This equation tries to predict the rate constant $k$ from an assumed pseudo-equilibrium between the transition-state and the starting material, which are assumed to differ in energy by $\Delta G^{\ddagger}$. $k_b$ is Boltzmann’s constant, $h$ is Planck’s constant, $T$ is temperature, and $\kappa$ is the “fudge factor” or transmission coefficient, the fraction of transition states that react productively instead of converting back to starting material.

In the conformational reactions you are talking about, I think a good starting place would be to assume the eclipsed conformations are the transition state, although I don’t know if this has been shown to be 100% true experimentally or computationally. As a first approximation, let’s assume there isn’t a huge entropy term in $\Delta G^{\ddagger}$, so that it is well-approximated by the energy level differences you found. If we also assume that $\kappa$ is 1.0, then we can just multiply the $e^{\frac{-\Delta E}{RT}}$ you’ve already calculated by $\frac{k_b T}{h} = 6.2\times10^{12}\mathrm{~s^{-1}}$ at 298 K to get (very) approximate rate constants.

  • Ethane: $6.55 \times 10^{-3} \rightarrow 4.1 \times 10^{10}\mathrm{~s^{-1}}$
  • Butane: $4.79 \times 10^{-4} \rightarrow 3.1 \times 10^{9}\mathrm{~s^{-1}}$
  • $\ce{H2O2}$: $4.29 \times 10^{-5} \rightarrow 2.0 \times 10^{8}\mathrm{~s^{-1}}$
  • Ethene: $2.09 \times 10^{-44} \rightarrow 1.3 \times 10^{-31}\mathrm{~s^{-1}}$

That shows that rotational equilibrium of everything except ethene should be very rapid, but that the half-life for ethene equilibration much greater than the age of the universe ($4 \times 10^{17} \mathrm{~s}$).

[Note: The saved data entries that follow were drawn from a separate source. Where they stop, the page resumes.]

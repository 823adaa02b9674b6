// Law 3, never optimistic: no draw inside the boxes beats what is reported; where it is proved, corners reach it.
#include "plain_solve.hpp"
#include "random_networks.hpp"

#include <doctest/doctest.h>

#include <algorithm>
#include <cmath>

using namespace onehand::circuit;
using namespace onehand::test;

namespace {

bool within(double x, const extreme& e, double scale)
{
    const double room = 1e-7 * std::max(1e-9, scale);
    return x >= e.low - room && x <= e.high + room;
}

double largest(const extreme& e)
{
    return std::max(std::abs(e.low), std::abs(e.high));
}

void never_beaten(const network& n, const solution& s, std::mt19937& r, int draws)
{
    for (int k = 0; k < draws; ++k) {
        const network p = point_of(n, r, k % 2 == 0);
        const plain_solution x = plain_solve(p);
        for (int a = 0; a < n.nodes; ++a) {
            for (int b = 0; b < n.nodes; ++b) {
                const extreme& e = s.voltage[static_cast<std::size_t>(a)][static_cast<std::size_t>(b)];
                REQUIRE(e.known);
                REQUIRE(within(x.volts(a) - x.volts(b), e, std::max(1.0, largest(e))));
            }
        }
        for (std::size_t i = 0; i < n.branches.size(); ++i) {
            const double volts = x.volts(n.branches[i].from) - x.volts(n.branches[i].to);
            const double amps = x.current(static_cast<Eigen::Index>(i));
            // Both solvers lose digits where two large potentials almost cancel: a share of the largest current the resistance could carry.
            const double most = 330.0 / n.branches[i].options[0].at.low;
            REQUIRE(within(amps, s.current[i], std::max(largest(s.current[i]), 1e-4 * most)));
            REQUIRE(volts * amps <= s.power[i].high * (1.0 + 1e-6) + 1e-12 * most * 330.0);
            REQUIRE(volts * amps >= s.power[i].low * (1.0 - 1e-6) - 1e-12 * most * 330.0);
        }
        for (std::size_t t = 0; t < n.tracks.size(); ++t) {
            const auto row = static_cast<Eigen::Index>(n.branches.size() + 2 * t);
            const double most = std::max(std::abs(x.current(row)), std::abs(x.current(row + 1)));
            REQUIRE(most <= s.track_current[t].high * (1.0 + 1e-6) + 1e-15);
            const double r1 = p.tracks[t].resistance.low * p.tracks[t].position.low;
            const double r2 = p.tracks[t].resistance.low - r1;
            const double watts = x.current(row) * x.current(row) * r1 + x.current(row + 1) * x.current(row + 1) * r2;
            REQUIRE(watts <= s.track_power[t].high * (1.0 + 1e-6) + 1e-15);
        }
    }
}

network three_in_series(box a, box b, box c)
{
    network n;
    n.nodes = 4;
    n.sources.push_back({1, 0, {100.0, 100.0}});
    n.branches = {{1, 2, {{form::resistance, a}}}, {2, 3, {{form::resistance, b}}}, {3, 0, {{form::resistance, c}}}};
    return n;
}

} // namespace

TEST_CASE("random networks without a trimmer: 400 never beaten")
{
    std::mt19937 r(20260101);
    for (int i = 0; i < 400; ++i) {
        const network n = random_network(r, pick(r, 1, 5), pick(r, 0, 3), false);
        never_beaten(n, solve(n), r, 24);
    }
}

TEST_CASE("random networks with a trimmer: 200 never beaten over its whole travel")
{
    std::mt19937 r(20260102);
    for (int i = 0; i < 200; ++i) {
        const network n = random_network(r, pick(r, 1, 3), pick(r, 0, 2), true);
        never_beaten(n, solve(n), r, 40);
    }
}

TEST_CASE("two trimmers in one component: 60 never beaten over both travels" * doctest::test_suite("long"))
{
    std::mt19937 r(20260103);
    int two = 0;
    for (int i = 0; i < 60; ++i) {
        network n = random_network(r, 2, 1, true);
        if (n.tracks.empty()) {
            continue;
        }
        track t = n.tracks[0];
        t.end_1 = pick(r, 0, n.nodes - 1);
        t.end_2 = pick(r, 0, n.nodes - 1);
        t.wiper = 3 + pick(r, 0, 1);
        if (t.end_1 == t.wiper || t.end_2 == t.wiper) {
            continue;
        }
        // No section below the milliohm at which every resistance of a network is held.
        t.position = {1e-5, 1.0 - 1e-5};
        n.tracks[0].position = t.position;
        n.tracks.push_back(t);
        never_beaten(n, solve(n), r, 60);
        ++two;
    }
    CHECK(two > 15);
}

TEST_CASE("where it is proved the extremes are reached at corners")
{
    std::mt19937 r(7);
    for (int i = 0; i < 60; ++i) {
        const network n = random_network(r, pick(r, 1, 3), 1, false);
        const solution s = solve(n);
        std::vector<double> low(static_cast<std::size_t>(n.nodes), 1e300);
        std::vector<double> high(static_cast<std::size_t>(n.nodes), -1e300);
        const std::size_t parameters = n.sources.size() + n.branches.size();
        for (std::size_t mask = 0; mask < (std::size_t{1} << parameters); ++mask) {
            network p = n;
            for (std::size_t k = 0; k < parameters; ++k) {
                box& b = k < n.sources.size() ? p.sources[k].volts : p.branches[k - n.sources.size()].options[0].at;
                b = (mask >> k & 1U) != 0U ? box{b.high, b.high} : box{b.low, b.low};
            }
            const plain_solution x = plain_solve(p);
            for (int a = 0; a < n.nodes; ++a) {
                low[static_cast<std::size_t>(a)] = std::min(low[static_cast<std::size_t>(a)], x.volts(a));
                high[static_cast<std::size_t>(a)] = std::max(high[static_cast<std::size_t>(a)], x.volts(a));
            }
        }
        for (std::size_t a = 1; a < low.size(); ++a) {
            const extreme& e = s.voltage[a][0];
            CHECK_FALSE(e.searched);
            CHECK(std::abs(e.low - low[a]) <= 1e-9 * std::max(1.0, std::abs(low[a])));
            CHECK(std::abs(e.high - high[a]) <= 1e-9 * std::max(1.0, std::abs(high[a])));
        }
    }
}

TEST_CASE("own power peaks at the match inside its tolerance not at an end")
{
    // 100 V behind 1 kohm into 500 ohm .. 2 kohm: the match at 1 kohm takes 2.5 W, each end less.
    network n;
    n.nodes = 3;
    n.sources.push_back({1, 0, {100.0, 100.0}});
    n.branches = {{1, 2, {{form::resistance, {1000.0, 1000.0}}}}, {2, 0, {{form::resistance, {500.0, 2000.0}}}}};
    const solution s = solve(n);
    CHECK(s.power[1].high == doctest::Approx(2.5).epsilon(1e-9).scale(0));
    CHECK(100.0 * 100.0 * 500.0 / (1500.0 * 1500.0) < 2.3);
    CHECK(100.0 * 100.0 * 2000.0 / (3000.0 * 3000.0) < 2.3);
}

TEST_CASE("trimmer dissipation peaks inside its travel")
{
    // A wiper loaded by 1 kohm: the track's power is greatest near neither end.
    network n;
    n.nodes = 3;
    n.sources.push_back({1, 0, {10.0, 10.0}});
    n.branches = {{1, 2, {{form::resistance, {100.0, 100.0}}}}};
    n.nodes = 4;
    n.branches.push_back({3, 0, {{form::resistance, {300.0, 300.0}}}});
    n.tracks.push_back({2, 3, 0, {1000.0, 1000.0}, {0.0, 1.0}});
    const solution s = solve(n);
    double best = 0.0;
    double best_at = 0.0;
    for (int k = 1; k < 4000; ++k) {
        network p = n;
        p.tracks[0].position = {k / 4000.0, k / 4000.0};
        const plain_solution x = plain_solve(p);
        const double watts = x.current(2) * x.current(2) * 1000.0 * k / 4000.0 + x.current(3) * x.current(3) * 1000.0 * (1.0 - k / 4000.0);
        if (watts > best) {
            best = watts;
            best_at = k / 4000.0;
        }
    }
    CHECK(best_at > 0.05);
    CHECK(best_at < 0.95);
    CHECK(s.track_power[0].high >= best);
    CHECK(s.track_power[0].high <= best * 1.03);
    CHECK(s.track_power[0].searched);
}

TEST_CASE("signs that flip: a bridge whose unbalance changes sign")
{
    network n;
    n.nodes = 4;
    n.sources.push_back({1, 0, {10.0, 10.0}});
    const box r{900.0, 1100.0};
    n.branches = {{1, 2, {{form::resistance, r}}}, {2, 0, {{form::resistance, r}}}, {1, 3, {{form::resistance, r}}}, {3, 0, {{form::resistance, r}}}};
    const solution s = solve(n);
    // 10 V (1100/2000 - 900/2000) either way.
    CHECK(s.voltage[2][3].high == doctest::Approx(1.0).epsilon(1e-9).scale(0));
    CHECK(s.voltage[2][3].low == doctest::Approx(-1.0).epsilon(1e-9).scale(0));
    // A detector across it: its power comes down to nothing at balance.
    n.branches.push_back({2, 3, {{form::resistance, {5000.0, 5000.0}}}});
    CHECK(solve(n).power[4].low == 0.0);
}

TEST_CASE("more parameters than are enumerated: searched and widened and still never beaten")
{
    std::mt19937 r(99);
    network n;
    n.nodes = 10;
    n.sources.push_back({1, 0, {300.0, 330.0}});
    for (int i = 1; i < 9; ++i) {
        n.branches.push_back({i, i + 1, {{form::resistance, about(r, 1e5, 0.2)}}});
        n.branches.push_back({i + 1, 0, {{form::resistance, about(r, 1e6, 0.2)}}});
    }
    const solution s = solve(n);
    CHECK(s.voltage[9][0].searched);
    CHECK(s.voltage[9][0].margin > 0.0);
    never_beaten(n, s, r, 300);
}

TEST_CASE("an unknown resistance leaves all that both ends allow")
{
    const solution s = solve(three_in_series({1e3, 1e3}, {1e3, 1e3}, {0.0, std::numeric_limits<double>::infinity()}));
    CHECK(s.voltage[3][0].low == doctest::Approx(0.0).scale(1).epsilon(1e-4));
    CHECK(s.voltage[3][0].high == doctest::Approx(100.0).epsilon(1e-4).scale(0));
}

TEST_CASE("a node that nothing holds is told as floating and has no number")
{
    network n;
    n.nodes = 4;
    n.sources.push_back({1, 0, {100.0, 100.0}});
    n.branches = {{1, 2, {{form::resistance, {1e3, 1e3}}}}, {2, 3, {{form::open, {}}}}};
    const solution s = solve(n);
    CHECK(s.floating[3]);
    CHECK_FALSE(s.floating[2]);
    CHECK_FALSE(s.voltage[3][0].known);
}

TEST_CASE("a tube is dark or holds its maintaining voltage and never feeds back")
{
    network n;
    n.nodes = 3;
    n.sources.push_back({1, 0, {100.0, 190.0}});
    n.branches = {{1, 2, {{form::resistance, {22e3, 22e3}}}}, {2, 0, {{form::open, {}}, {form::clamp, {130.0, 150.0}}}}};
    const solution s = solve(n);
    CHECK(std::abs(s.current[0].low) < 1e-15); // dark, also where the rail is below 130 V
    CHECK(s.current[0].high == doctest::Approx(60.0 / 22e3).epsilon(1e-6).scale(0));
}

TEST_CASE("set point: divider and trimmer and threshold at their worst against every corner of the closed form")
{
    // V = Vth (R1 + P + R2)/(R2 + (1-p) P), wiper as sense.
    network n;
    n.nodes = 5; // 1 HT, 2 A, 3 B, 4 FB
    n.branches = {{1, 2, {{form::resistance, {673.2e3, 686.8e3}}}}, {3, 0, {{form::resistance, {1485.0, 1515.0}}}}};
    n.tracks.push_back({2, 4, 3, {1760.0, 2640.0}, {0.0, 1.0}});
    n.held = held_output{1, 0, 4, 0, {0.5, 0.7}, {}};
    const solution s = solve(n);
    REQUIRE_FALSE(s.feedback_lost);
    double low = 1e9;
    double high = 0.0;
    for (const double r1 : {673.2e3, 686.8e3}) {
        for (const double r2 : {1485.0, 1515.0}) {
            for (const double p : {1760.0, 2640.0}) {
                for (const double at : {0.0, 1.0}) {
                    for (const double vth : {0.5, 0.7}) {
                        const double v = vth * (r1 + p + r2) / (r2 + (1.0 - at) * p);
                        low = std::min(low, v);
                        high = std::max(high, v);
                    }
                }
            }
        }
    }
    CHECK(s.output.low == doctest::Approx(low).epsilon(1e-9).scale(0));
    CHECK(s.output.high == doctest::Approx(high).epsilon(1e-9).scale(0));
    std::mt19937 r(3);
    for (int k = 0; k < 400; ++k) {
        const plain_solution x = plain_solve(point_of(n, r, k % 3 == 0));
        CHECK(within(x.held, s.output, 300.0));
        for (int a = 0; a < n.nodes; ++a) {
            CHECK(within(x.volts(a), s.voltage[static_cast<std::size_t>(a)][0], 300.0));
        }
    }
}

TEST_CASE("published: feedback divider of 1.43 Mohm and 10 kohm at 1.25 V with bias")
{
    // formulas.md section 5, derived reference: 180.00 V nominal, 165.99 V to 194.65 V at the corners (not published elsewhere).
    network n;
    n.nodes = 3;
    n.branches = {{1, 2, {{form::resistance, {1.43e6 * 0.95, 1.43e6 * 1.05}}}}, {2, 0, {{form::resistance, {9900.0, 10100.0}}}}};
    n.held = held_output{1, 0, 2, 0, {1.225, 1.275}, {}};
    const solution s = solve(n);
    CHECK(std::round(s.output.low * 100.0) / 100.0 == 165.99);
    CHECK(std::round(s.output.high * 100.0) / 100.0 == 194.65);
}

TEST_CASE("a negative rail is held the same way")
{
    network n;
    n.nodes = 3; // 1 rail below the return, 2 sense
    n.branches = {{1, 2, {{form::resistance, {99e3, 101e3}}}}, {2, 0, {{form::resistance, {990.0, 1010.0}}}}};
    n.held = held_output{0, 1, 0, 2, {1.0, 1.0}, {}};
    const solution s = solve(n);
    CHECK(s.output.low == doctest::Approx((99e3 + 1010.0) / 1010.0).epsilon(1e-9).scale(0));
    CHECK(s.voltage[1][0].high == doctest::Approx(-s.output.low).epsilon(1e-9).scale(0));
}

TEST_CASE("feedback that one end of the trimmer takes away is told as lost")
{
    network n;
    n.nodes = 4;
    n.branches = {{1, 2, {{form::resistance, {1e5, 1e5}}}}};
    n.tracks.push_back({2, 3, 0, {1e4, 1e4}, {0.0, 1.0}}); // at the far end the wiper reads the return
    n.held = held_output{1, 0, 3, 0, {1.0, 1.0}, {}};
    CHECK(solve(n).feedback_lost);
    n.tracks[0].position = {0.0, 0.9};
    CHECK_FALSE(solve(n).feedback_lost);
}

TEST_CASE("published: loaded dividers with bleeder")
{
    // Marine Institute electrotechnology assignment 5 question 2: 386 V, 1.3 kohm in series, load 32 mA at 210 V; bleeder 2031.25 ohm
    // takes 21.711 W.
    network n;
    n.nodes = 3;
    n.sources.push_back({1, 0, {386.0, 386.0}});
    n.branches = {
        {1, 2, {{form::resistance, {1300.0, 1300.0}}}}, {2, 0, {{form::resistance, {2031.25, 2031.25}}}}, {2, 0, {{form::current, {0.032, 0.032}}}}};
    const solution s = solve(n);
    CHECK(s.voltage[2][0].high == doctest::Approx(210.0).epsilon(1e-4).scale(0));
    CHECK(std::round(s.power[1].high * 10.0) / 10.0 == 21.7);
}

Suppose we want to find an energy difference that should lead to a rate constant that is neither very fast nor very slow, say we’d like $k\approx\mathrm{1~hr^{-1}}$. Inverting our very very crude approximation gives:

$$\Delta E = – RT \ln{\left(\frac{k h}{\kappa k_b T}\right)}$$

Plugging in $k=\mathrm{1~hr^{-1}=2.7\times10^{-4} s^{-1}}$ gives (if I did my math right) 93 kJ per mol. Some well-known atropoisomers do have estimated energy differences in that range.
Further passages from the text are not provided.